The current code prints to stdout. We have a RMI service that has ZK server embedded in it. We do this so that we can run/start/stop ZK across platforms without having to write platform specific scripts. In this server, we start a thread that periodically calls PurgeTxnlog.purge(). As you pointed out, we should have a -q flag to direct to log instead stdout to statisfy both the approaches. I will make that change.
We chose number 2 here because we think having only one backup will be enough. It is not clear to us under what conditions the additional backup will be useful.
Backups are useful under the following scenario (correct me if I am wrong):
1. The current ZooKeeper transaction log and/or snapshot is corrupted, but the past snapshots and transaction logs are ok. Corrupting can mean either disk file corruption or corrupting of transaction entries in the log. We store ZooKeeper data on mirrored disks.
2. The application itself made some errors that requires reverting back to the older version.
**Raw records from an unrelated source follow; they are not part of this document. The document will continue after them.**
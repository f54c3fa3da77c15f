import type { Finding } from '../../../shared/findings';
import type { Formats } from '../../lib/format';

type Counted = Finding['leftIn'];

/** On which machines the finding holds. */
export function whereOf({ maker, model, family }: Pick<Finding, 'maker' | 'model' | 'family'>): string {
  const name = `${maker} ${model}`.trim();
  return name || (family ? `family ${family.name}` : 'all models');
}

/** Inside a sentence components are written as things, "the PTO clutch". */
export const thing = (name: string): string => `the ${lowered(name)}`;

/** "Deck belt" becomes "deck belt"; "PTO clutch" keeps its capitals. */
export function lowered(name: string): string {
  return /^[A-Z][a-z]/.test(name) ? `${name.charAt(0).toLowerCase()}${name.slice(1)}` : name;
}

/** "31 of 44 (56–82 %)" */
export function countedShare({ returns, of, interval }: Counted, formats: Formats): string {
  if (of === 0) return 'none judged';
  return `${formats.count(returns)} of ${formats.count(of)} (${formats.percentRange(interval, 0)})`;
}

/** How many times as likely, with limits; a side without any return has no upper end. */
export function ratioWords(
  ratio: number | null,
  limits: Finding['returnRatioInterval'],
  formats: Formats,
): string | null {
  if (ratio !== null) {
    const digits = ratio < 10 ? 1 : 0;
    return `${formats.number(ratio, digits)} times (${formats.range(limits, digits)})`;
  }
  return limits.lower === null ? null : `at least ${formats.number(limits.lower, 1)} times`;
}

export function chanceWords(qValue: number, formats: Formats): string {
  return qValue < 0.001 ? 'q < 0.001' : `q = ${formats.number(qValue, 3)}`;
}

export const EVIDENCE_WORDS: Record<Finding['evidence'], { short: string; long: string }> = {
  seen_together: {
    short: 'seen together',
    long: 'They fail near each other oftener than their ages explain. Nothing more is shown.',
  },
  replaced_before: {
    short: 'replaced before',
    long: 'The trouble went on until the other part was replaced. That is a good reason to test it, not yet a cause.',
  },
  tested_as_cause: {
    short: 'tested as cause',
    long: 'A reading, or a bench test of the removed part, says so.',
  },
};

/**
 * How strong, 0 to 1, on a log scale from as likely to thirty times as likely. From the counts, with half a return
 * added to each side, so that no return at all is not infinitely strong.
 */
export function strengthOf(findings: readonly Finding[]): number {
  const sum = (of: (finding: Finding) => number) =>
    findings.reduce((total, finding) => total + of(finding), 0);
  const left = (sum(({ leftIn }) => leftIn.returns) + 0.5) / (sum(({ leftIn }) => leftIn.of) + 1);
  const replaced =
    (sum(({ replaced: both }) => both.returns) + 0.5) / (sum(({ replaced: both }) => both.of) + 1);
  return Math.min(1, Math.max(0, Math.log(left / replaced) / Math.log(30)));
}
For the first point, having one additional backup would suffice. The second point is really tricky. I am not sure how the application can decide which snapshot to revert to. I think in most cases it will be trial and error. It is not clear to me how to estimate the number of backups needed. Also, it is not clear how one would go about going back in time. I looked at LogFormatter utility and that utility does not help much in undoing the erroneous transactions for case 2 above. In general, I think it is good to enforce users to have a minimum of one backup.
Related question: Is there hash on the log files (or internal tree structures) that can tell the ZooKeeper server if the logs are corrupted. If yes, the zookeeper server can verify the hash during startup and take some action based on that. For example, make sure that it never becomes a leader until it gets the correct snapshot from the existing leader (otherwise it may endup corrupting other server's log). "Corrupting" here refers to the case where the file is readable, but one or more transactions in the log are bad.
I am not sure if there is a test for this. If I remember correctly, there is a bug that causes the purge() function to leave behind one addition log file. Please refer to my question above about findNRecentSnapshots(). I can add a test or modify the pruge utlity once we have concluded this discussion.